Python dictionaries are very efficient objects for fast data access. But when data is too large to fit in memory, you want to keep data on disk but available for fast random access.
Here's a dictionary-like object which uses a SQLite database backend for random access to the dictionary's key-value pairs:
-
You can work on datasets which do not fit in memory. Size is not limited by memory, but by disk. Can hold up to several tera-bytes of data (thanks to SQLite).
-
Behaves like a dictionary (can be used in place of a dictionary object in many cases) for storing numbers, strings and binary data.
-
Data persists between program runs, and is written to disk immediately when inserting a key-value pair in the dictionary.
-
ACID (data integrity): Storage file integrity is assured.
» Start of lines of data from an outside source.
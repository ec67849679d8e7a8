using System;
using System.Collections.Generic;
using System.Globalization;
using System.Linq;
using InductionHazard.Assessment;
using InductionHazard.Fields;
using InductionHazard.Items;
using InductionHazard.Quantities;
using InductionHazard.Waveforms;
using Xunit;

namespace InductionHazard.Tests.Waveforms;

public class DischargeWaveformTests
{
    /// <summary>
    /// An independent model: the series RLC circuit's equations L di/dt = v - R i, C dv/dt = -i integrated by
    /// classical fourth-order Runge-Kutta from v = V0, i = 0. Returns the first peak (time, current) and the energy
    /// R i^2 dissipated up to the end.
    /// </summary>
    private static (double PeakSeconds, double PeakAmperes, double Energy) Integrate(double c, double v0, double l, double r, double end, int steps)
    {
        double h = end / steps, i = 0, v = v0, energy = 0, peak = 0, peakAt = 0;
        bool found = false;
        (double di, double dv) F(double ii, double vv) => ((vv - (r * ii)) / l, -ii / c);
        for (int k = 0; k < steps; k++)
        {
            var k1 = F(i, v);
            var k2 = F(i + (h / 2 * k1.di), v + (h / 2 * k1.dv));
            var k3 = F(i + (h / 2 * k2.di), v + (h / 2 * k2.dv));
            var k4 = F(i + (h * k3.di), v + (h * k3.dv));
            double iNext = i + (h / 6 * (k1.di + (2 * k2.di) + (2 * k3.di) + k4.di));
            v += h / 6 * (k1.dv + (2 * k2.dv) + (2 * k3.dv) + k4.dv);
            energy += h * r * 0.5 * ((i * i) + (iNext * iNext));
            if (!found && Math.Abs(iNext) < Math.Abs(i))
            {
                found = true;
                peak = i;
                peakAt = k * h;
            }

            i = iNext;
        }

        return (peakAt, peak, energy);
    }

    [Validates("first peak and its time, under-, critically and over-damped", "series RLC equations by fourth-order Runge-Kutta (independent)", "1e-5, 1e-4")]
    [Theory]
    [InlineData(4e-3, 6000, 120e-6, 0.04)]   // underdamped
    [InlineData(1e-3, 1000, 100e-6, 0.632455532)]   // critically damped: R = 2 sqrt(L/C)
    [InlineData(1e-3, 1000, 100e-6, 2.0)]    // overdamped
    public void TheFirstPeakMatchesAnIndependentIntegrationOfTheCircuit(double c, double v0, double l, double r)
    {
        var d = new DischargeWaveform(c, v0, l, r);
        (double at, double peak, _) = Integrate(c, v0, l, r, 3 * d.FirstPeakSeconds, 300_000);
        Within.Relative(peak, d.PeakValue, 1e-5, d.Damping + " first peak");
        Within.Relative(at, d.FirstPeakSeconds, 1e-4, d.Damping + " time of the first peak");
    }

    [Validates("C V0^2 / 2 = integral of R i^2 dt", "energy conservation", "1e-4")]
    [Theory]
    [InlineData(4e-3, 6000, 120e-6, 0.04)]
    [InlineData(1e-3, 1000, 100e-6, 2.0)]
    public void TheBanksEnergyEqualsTheResistiveLossOverThePulse(double c, double v0, double l, double r)
    {
        // Energy conservation: C V0^2 / 2 = integral of R i^2 dt, here with the waveform's own current.
        var d = new DischargeWaveform(c, v0, l, r);
        int n = 2_000_000;
        double h = (d.EndSeconds - d.StartSeconds) / n, loss = 0;
        for (int k = 0; k < n; k++)
        {
            double i = d.Value((k + 0.5) * h);
            loss += r * i * i * h;
        }

        Within.Relative(d.StoredEnergyJoules, loss, 1e-4, "energy balance, " + d.Damping);
    }

    [Validates("i_pk e^(-1) one L/R after the peak", "RL circuit theory", "1e-12")]
    [Fact]
    public void ACrowbarTurnsTheRingingIntoAnLOverRDecayAfterTheFirstPeak()
    {
        var d = new DischargeWaveform(4e-3, 6000, 120e-6, 0.04, crowbar: true);
        double tau = 120e-6 / 0.04, tp = d.FirstPeakSeconds;
        Within.Relative(d.PeakValue * Math.Exp(-1), d.Value(tp + tau), 1e-12, "one L/R after the peak");
        Assert.True(d.Value(tp + (5 * tau)) > 0, "a crowbarred current does not reverse");
    }

    [Fact]
    public void ACrowbarsDecayIsSteppedAsAnExponentialDecayIs()
    {
        // The module steps an exponential decay at a fiftieth of its time constant (DecayWaveform); a crowbar's decay, the
        // same, where that is longer than the first phase's step.
        var d = new DischargeWaveform(4e-3, 6000, 120e-6, 0.04, crowbar: true);
        double tp = d.StartSeconds + d.FirstPeakSeconds;
        Assert.Equal(d.MaxStepSeconds, d.MaxStepAt(0.5 * tp));
        Assert.Equal(120e-6 / 0.04 / 50, d.MaxStepAt(tp));
        Assert.Equal(120e-6 / 0.04 / 50, d.MaxStepAt(tp + 0.01));

        // Never below the hundredth of the first peak (a decay faster than the rise keeps the rise's step), and a
        // discharge with no crowbar rings on: its step stays the least throughout.
        var fast = new DischargeWaveform(4e-3, 6000, 120e-6, 0.04 * 100, crowbar: true);
        Assert.Equal(fast.MaxStepSeconds, fast.MaxStepAt(fast.FirstPeakSeconds + 1e-3));
        var ringing = new DischargeWaveform(4e-3, 6000, 120e-6, 0.04);
        Assert.Equal(ringing.MaxStepSeconds, ringing.MaxStepAt(ringing.FirstPeakSeconds + 1e-3));

        // A train of them takes each pulse's own step at the same time within it: the first phase's from each pulse's
        // start, also where rounding leaves the start an ulp short (which once read the last pulse's decay there).
        var train = new RepeatedWaveform(d, 3, 0.1);
        Assert.Equal(d.MaxStepSeconds, train.MaxStepAt(0.2 + (0.5 * tp)));
        Assert.Equal(d.MaxStepAt(tp + 0.01), train.MaxStepAt(0.2 + tp + 0.01));
        foreach (double start in train.Breakpoints.Where((_, i) => i % 3 == 0))
        {
            Assert.Equal(d.MaxStepSeconds, train.MaxStepAt(start));
            Assert.Equal(d.MaxStepSeconds, train.MaxStepAt(start * (1 - 1e-15)));
        }

        // A discharge that starts late takes the decay's step from its crowbar's breakpoint on.
        var late = new DischargeWaveform(4e-3, 6000, 120e-6, 0.04, crowbar: true, startSeconds: 0.3);
        Assert.Equal(120e-6 / 0.04 / 50, late.MaxStepAt(late.Breakpoints[1]));
    }

    [Fact]
    public void ADischargeWithALongCrowbarredDecayIsSolvedWithinTheBudget()
    {
        // A crowbarred discharge whose L/R is 1.2 s, followed for 11 s: at a hundredth of its 1 ms first peak that would
        // be a million steps, over the solver's budget, and the run was refused. At a fiftieth of L/R the decay takes a
        // few hundred, and the ring is solved.
        var d = new DischargeWaveform(4e-3, 60, 120e-6, 1e-4, crowbar: true);
        var coil = new FieldSource("coil", new[] { new SourceTerm(new CircularCoil(new Axis(Vector3D.Zero, Vector3D.UnitZ), 0.05, 10), d) });
        ConductiveItem ring = ItemRecordReader.Read(new Dictionary<string, object?> { ["Name"] = "ring", ["Material"] = "Copper", ["Diameter"] = 0.02, ["WireDiameter"] = 0.001, ["Contact"] = "Fixed" }, MaterialLibrary.BuiltIn);
        InductionResponse response = InductionEngine.Respond(new Scenario(ring, coil, new Placement(new Vector3D(0, 0, 0.03), Vector3D.UnitZ)));
        Assert.True((d.EndSeconds - d.StartSeconds) / d.MaxStepSeconds > 200_000, "a million steps at the first peak's");
        Assert.True(response.IsValid, string.Join("; ", response.ValidityIssues));
        Assert.True(response.PeakCurrentAmperes > 0 && response.EnergyDissipatedJoules > 0, "solved");
    }

    [Validates("ring above a coil fed by a crowbarred discharge: peak current and energy", "the ring's circuit L di/dt + R i = -M di_c/dt with the discharge's closed-form rate, by fourth-order Runge-Kutta in 300,000 steps (independent of the module's exponential steps); M by Maxwell's coaxial formula", "1e-5")]
    [Fact]
    public void ARingInACrowbarredDischargeMatchesAnIndependentIntegrationWithAQuarterOfTheSteps()
    {
        // A 20 mm copper ring of 1 mm wire, fixed 30 mm above a 10-turn coil of radius 50 mm, the bank at 60 V (so that
        // the ring warms by well under a millikelvin and its resistance stays that of the start). The crowbar's decay
        // (L/R 3 ms, followed for 9.2 of them) is stepped at a fiftieth of L/R, not at a hundredth of the 1 ms first
        // peak: the run takes under a quarter of the steps that would take, and its peak current and energy meet the
        // integration to 1e-5.
        var d = new DischargeWaveform(4e-3, 60, 120e-6, 0.04, crowbar: true);
        var coil = new FieldSource("coil", new[] { new SourceTerm(new CircularCoil(new Axis(Vector3D.Zero, Vector3D.UnitZ), 0.05, 10), d) });
        ConductiveItem ring = ItemRecordReader.Read(new Dictionary<string, object?> { ["Name"] = "ring", ["Material"] = "Copper", ["Diameter"] = 0.02, ["WireDiameter"] = 0.001, ["Contact"] = "Fixed" }, MaterialLibrary.BuiltIn);
        InductionResponse response = InductionEngine.Respond(new Scenario(ring, coil, new Placement(new Vector3D(0, 0, 0.03), Vector3D.UnitZ)));
        Assert.True(response.IsValid, string.Join("; ", response.ValidityIssues));
        Assert.True(response.TemperatureRiseKelvin < 1e-3, "the ring barely warms: " + response.TemperatureRiseKelvin + " K");

        double m = 10 * CircularCoil.CoaxialMutualInductance(0.05, 0.01, 0.03);
        double l = response.InductanceHenries, r = response.ResistanceOhms;
        double tp = d.StartSeconds + d.FirstPeakSeconds;
        double i = 0, energy = 0, peak = 0;

        // Each part on its own steps, so that none straddles the crowbar, where the coil current's rate jumps.
        foreach ((double from, double to, int steps) in new[] { (d.StartSeconds, tp, 100_000), (tp, d.EndSeconds, 200_000) })
        {
            double h = (to - from) / steps;
            double Di(double t, double ii) => ((-m * d.Rate(t)) - (r * ii)) / l;
            for (int k = 0; k < steps; k++)
            {
                // Just inside the part at its ends, so that the rate is the part's own.
                double t0 = from + (k * h), tMid = t0 + (h / 2), t1 = k == steps - 1 ? to - (1e-9 * h) : t0 + h;
                double t0In = k == 0 ? from + (1e-9 * h) : t0;
                double k1 = Di(t0In, i), k2 = Di(tMid, i + (h / 2 * k1)), k3 = Di(tMid, i + (h / 2 * k2)), k4 = Di(t1, i + (h * k3));
                double next = i + (h / 6 * (k1 + (2 * k2) + (2 * k3) + k4));

                // R i^2 over the step by Simpson's rule, the midpoint current from the cubic through both ends and their rates.
                double iMid = (0.5 * (i + next)) + (h / 8 * (k1 - Di(t1, next)));
                energy += r * h / 6 * ((i * i) + (4 * iMid * iMid) + (next * next));
                i = next;
                peak = Math.Max(peak, Math.Abs(i));
            }
        }

        // After the drive ends the ring's current dies away in L/R: the energy it holds goes to heat.
        energy += 0.5 * l * i * i;
        Within.Relative(peak, response.PeakCurrentAmperes, 1e-5, "the ring's peak current");
        Within.Relative(energy, response.EnergyDissipatedJoules, 1e-5, "the energy the ring takes");

        string note = response.ModelNotes.Single(n => n.StartsWith("circuit: ", StringComparison.Ordinal));
        int taken = int.Parse(note.Split(' ')[1], NumberStyles.Integer, CultureInfo.InvariantCulture);
        double fine = (d.EndSeconds - d.StartSeconds) / d.MaxStepSeconds;
        Assert.True(taken < fine / 4, taken + " steps against " + fine.ToString("F0", CultureInfo.InvariantCulture) + " at a hundredth of the first peak");
    }
}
No half-written data. It's really hard to mess up data.
-
Efficient: You do not have to re-write a whole database file when changing only one item. Only the relevant parts of the file are changed.
-
You can mix several key types (you can do d['foo']=bar and d[7]=5468) as with a regular dict object.
-
You can share this dictionary with other languages and systems (SQLite databases are portable, and the SQlite library is available on a wide range of systems/languages, from mainframes to PDA/iPhone, from Python to Java, C/C++, C#, Perl etc.)
Install using pip:
python3 -m pip install https://github.com/nephics/dbdict/archive/main.zip
Use it like a standard dictionary, except that you give it a name (eg.'tempdict'):
from dbdict import dbdict
d = dbdict('tempdict')
d['foo'] = 'bar'
# At this point, the key value pair foo and bar is written to disk.
d['John'] = 'doh!'
d['pi'] = 3.999
d['pi'] = 3.14159 # replaces the previous version of pi
d['pi'] += 1
d.close() # close the database file
You can access your dictionary later on:
d = dbdict('tempdict')
del d['foo']
if 'John' in d:
print 'John is in there !'
print d.items()
For efficient inserting/updating a list of key-value pairs, use the update() method:
d.update([('f1', 'test'), ('f2', 'example')])
d.update({'f1':'test', 'f2':'example'})
d.update(f1='test', f2='example')
Use get() method to most efficiently get a number of items as specified by a lis of keys:
d.get(['f1', 'f2'])
Use remove() method to most efficiently remove a number of items as specified by a list of keys:
d.remove(['f1', 'f2'])
Create a memory-based (ie not filed based) SQLite database by the call:
dbdict(':memory:')
Other special functionality as compared to dict:
d.clear() Clear all items (and free up unused disk space)
d.reindex() Delete and recreate the key index
d.vacuum() Free up unused disk space
d.con Access to the underlying SQLite connection (for advanced use)
Some things to note:
-
You can't directly store Python objects. Only numbers, strings and binary data. Objects need to be serialized first in order to be stored. Use e.g. pickle, json (or simplejson) or yaml for that purpose.
-
Explicit database connection closing using the close() method is not required. Changes are written on key-value assignment to the dictionary. The file stays open until the object is destroyed or the close() method is called.
This Python 3 compatible implementation is a fork from Seb Sauvage's original version of "dbdict", licensed CC BY 2.5., source available at: http://sebsauvage.net/python/snyppets/index.html#dbdict
This implementation is licensed CC0 1.0 Universal.